- _Exercise directions_
Find every line in the records below that holds the word "class" and copy it.

========

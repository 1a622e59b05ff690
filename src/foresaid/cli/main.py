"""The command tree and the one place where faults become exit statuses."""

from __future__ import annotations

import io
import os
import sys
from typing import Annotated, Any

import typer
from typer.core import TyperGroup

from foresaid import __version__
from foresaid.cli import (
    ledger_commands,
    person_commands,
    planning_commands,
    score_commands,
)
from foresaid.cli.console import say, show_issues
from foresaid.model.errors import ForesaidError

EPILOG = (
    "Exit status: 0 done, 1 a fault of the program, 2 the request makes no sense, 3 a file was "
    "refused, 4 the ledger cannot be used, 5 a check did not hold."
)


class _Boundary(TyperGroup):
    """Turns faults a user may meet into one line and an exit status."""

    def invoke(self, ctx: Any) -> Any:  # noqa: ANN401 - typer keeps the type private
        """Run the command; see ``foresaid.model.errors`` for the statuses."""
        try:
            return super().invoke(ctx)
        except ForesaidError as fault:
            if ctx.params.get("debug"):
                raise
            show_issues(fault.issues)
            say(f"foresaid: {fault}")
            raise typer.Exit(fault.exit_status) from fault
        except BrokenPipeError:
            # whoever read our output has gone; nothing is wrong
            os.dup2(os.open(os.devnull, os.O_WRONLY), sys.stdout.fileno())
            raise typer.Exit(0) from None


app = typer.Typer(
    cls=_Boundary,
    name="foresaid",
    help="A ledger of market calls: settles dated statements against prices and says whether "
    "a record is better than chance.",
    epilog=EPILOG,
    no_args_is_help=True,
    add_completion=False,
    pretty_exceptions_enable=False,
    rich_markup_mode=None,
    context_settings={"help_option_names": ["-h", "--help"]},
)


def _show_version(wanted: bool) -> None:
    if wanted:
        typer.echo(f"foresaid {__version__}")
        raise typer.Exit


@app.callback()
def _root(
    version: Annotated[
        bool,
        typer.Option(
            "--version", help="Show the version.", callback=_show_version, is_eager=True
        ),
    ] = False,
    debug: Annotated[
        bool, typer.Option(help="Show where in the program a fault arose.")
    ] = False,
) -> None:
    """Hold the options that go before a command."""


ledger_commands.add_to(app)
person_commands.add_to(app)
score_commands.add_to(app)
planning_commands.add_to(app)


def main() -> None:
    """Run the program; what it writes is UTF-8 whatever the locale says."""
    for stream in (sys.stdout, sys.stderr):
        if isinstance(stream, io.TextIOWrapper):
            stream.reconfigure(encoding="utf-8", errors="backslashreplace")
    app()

========

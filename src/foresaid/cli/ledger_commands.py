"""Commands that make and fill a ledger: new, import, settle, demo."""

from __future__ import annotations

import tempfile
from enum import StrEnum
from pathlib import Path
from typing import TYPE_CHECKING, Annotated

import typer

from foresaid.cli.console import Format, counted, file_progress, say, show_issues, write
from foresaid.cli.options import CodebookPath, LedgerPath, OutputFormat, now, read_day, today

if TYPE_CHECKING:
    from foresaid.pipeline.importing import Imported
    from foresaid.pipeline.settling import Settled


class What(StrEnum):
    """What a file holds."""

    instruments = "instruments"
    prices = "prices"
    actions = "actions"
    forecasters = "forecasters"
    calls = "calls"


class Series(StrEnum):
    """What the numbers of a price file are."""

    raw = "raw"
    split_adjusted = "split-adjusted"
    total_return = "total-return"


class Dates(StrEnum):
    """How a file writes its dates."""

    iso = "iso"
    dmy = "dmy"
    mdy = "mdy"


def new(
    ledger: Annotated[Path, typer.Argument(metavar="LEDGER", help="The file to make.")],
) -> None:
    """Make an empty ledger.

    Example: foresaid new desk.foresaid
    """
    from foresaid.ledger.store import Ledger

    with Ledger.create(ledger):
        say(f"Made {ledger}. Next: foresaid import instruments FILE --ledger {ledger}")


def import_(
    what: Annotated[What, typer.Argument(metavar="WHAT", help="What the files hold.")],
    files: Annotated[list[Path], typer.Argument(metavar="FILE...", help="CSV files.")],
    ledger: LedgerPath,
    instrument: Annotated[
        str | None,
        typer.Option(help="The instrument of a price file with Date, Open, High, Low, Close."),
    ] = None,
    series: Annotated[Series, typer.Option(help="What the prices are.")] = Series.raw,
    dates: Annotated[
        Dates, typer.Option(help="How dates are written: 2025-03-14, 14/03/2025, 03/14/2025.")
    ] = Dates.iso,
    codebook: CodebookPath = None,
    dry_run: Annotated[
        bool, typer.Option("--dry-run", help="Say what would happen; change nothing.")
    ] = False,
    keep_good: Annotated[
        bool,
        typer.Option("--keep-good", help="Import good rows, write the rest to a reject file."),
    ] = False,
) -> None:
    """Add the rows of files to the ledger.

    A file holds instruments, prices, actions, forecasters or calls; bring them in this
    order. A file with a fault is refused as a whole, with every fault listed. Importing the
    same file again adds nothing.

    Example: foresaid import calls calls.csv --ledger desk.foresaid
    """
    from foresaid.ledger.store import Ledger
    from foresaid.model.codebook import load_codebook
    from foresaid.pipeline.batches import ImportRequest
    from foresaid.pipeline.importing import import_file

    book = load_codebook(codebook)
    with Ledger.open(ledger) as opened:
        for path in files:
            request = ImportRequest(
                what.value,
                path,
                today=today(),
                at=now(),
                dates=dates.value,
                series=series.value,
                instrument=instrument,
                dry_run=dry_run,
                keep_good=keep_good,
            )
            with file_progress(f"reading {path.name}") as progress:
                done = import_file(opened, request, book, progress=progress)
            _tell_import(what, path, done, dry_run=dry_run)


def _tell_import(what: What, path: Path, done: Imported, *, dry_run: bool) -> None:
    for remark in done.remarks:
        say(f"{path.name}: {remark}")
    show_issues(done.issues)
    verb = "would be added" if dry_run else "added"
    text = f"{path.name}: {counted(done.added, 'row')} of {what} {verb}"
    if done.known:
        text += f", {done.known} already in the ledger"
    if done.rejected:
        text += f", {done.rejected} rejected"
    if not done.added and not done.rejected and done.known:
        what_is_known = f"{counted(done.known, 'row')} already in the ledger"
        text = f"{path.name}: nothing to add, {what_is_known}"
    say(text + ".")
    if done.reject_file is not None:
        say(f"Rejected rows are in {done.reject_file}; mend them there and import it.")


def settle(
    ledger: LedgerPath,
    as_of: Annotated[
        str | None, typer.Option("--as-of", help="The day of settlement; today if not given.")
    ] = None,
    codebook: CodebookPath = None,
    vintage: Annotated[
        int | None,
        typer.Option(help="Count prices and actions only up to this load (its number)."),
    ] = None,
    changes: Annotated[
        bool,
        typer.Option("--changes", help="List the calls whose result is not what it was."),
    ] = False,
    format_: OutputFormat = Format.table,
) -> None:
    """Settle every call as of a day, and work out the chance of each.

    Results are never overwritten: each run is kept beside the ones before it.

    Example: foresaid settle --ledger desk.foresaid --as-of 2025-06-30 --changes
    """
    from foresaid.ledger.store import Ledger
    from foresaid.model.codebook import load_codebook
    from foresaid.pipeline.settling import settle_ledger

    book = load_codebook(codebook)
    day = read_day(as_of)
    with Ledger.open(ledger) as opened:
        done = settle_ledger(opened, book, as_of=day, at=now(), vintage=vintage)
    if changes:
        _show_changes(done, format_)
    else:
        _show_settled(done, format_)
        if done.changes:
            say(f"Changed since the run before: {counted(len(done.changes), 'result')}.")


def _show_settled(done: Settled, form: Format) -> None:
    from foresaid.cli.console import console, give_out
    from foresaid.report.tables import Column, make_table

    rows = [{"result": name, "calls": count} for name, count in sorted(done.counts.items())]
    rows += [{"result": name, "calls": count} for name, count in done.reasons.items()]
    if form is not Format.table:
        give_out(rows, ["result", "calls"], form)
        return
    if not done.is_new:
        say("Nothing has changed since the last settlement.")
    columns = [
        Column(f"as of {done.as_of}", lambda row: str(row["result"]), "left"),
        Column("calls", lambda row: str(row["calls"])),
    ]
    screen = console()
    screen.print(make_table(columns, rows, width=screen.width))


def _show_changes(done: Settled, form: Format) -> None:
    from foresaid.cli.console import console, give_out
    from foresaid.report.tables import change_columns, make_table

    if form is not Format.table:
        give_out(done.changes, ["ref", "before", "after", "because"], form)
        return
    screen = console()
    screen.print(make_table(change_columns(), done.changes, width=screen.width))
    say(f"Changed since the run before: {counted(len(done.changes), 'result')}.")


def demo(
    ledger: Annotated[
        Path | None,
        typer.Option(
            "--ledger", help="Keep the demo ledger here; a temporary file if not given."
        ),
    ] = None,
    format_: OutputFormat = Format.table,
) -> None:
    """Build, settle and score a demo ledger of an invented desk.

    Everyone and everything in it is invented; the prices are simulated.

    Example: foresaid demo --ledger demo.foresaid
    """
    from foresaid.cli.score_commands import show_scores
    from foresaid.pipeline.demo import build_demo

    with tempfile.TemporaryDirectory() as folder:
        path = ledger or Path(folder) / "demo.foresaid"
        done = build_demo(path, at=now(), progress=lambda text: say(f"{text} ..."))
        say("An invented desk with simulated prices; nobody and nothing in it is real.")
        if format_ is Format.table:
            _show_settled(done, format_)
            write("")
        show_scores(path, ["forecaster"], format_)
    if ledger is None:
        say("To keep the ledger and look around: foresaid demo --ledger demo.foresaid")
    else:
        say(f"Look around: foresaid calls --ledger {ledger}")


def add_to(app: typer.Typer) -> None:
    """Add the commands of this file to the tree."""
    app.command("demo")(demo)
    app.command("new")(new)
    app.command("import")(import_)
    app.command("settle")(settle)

========

- _Solution to this problem_
class _Boundary(TyperGroup):
class What(StrEnum):
class Series(StrEnum):
class Dates(StrEnum):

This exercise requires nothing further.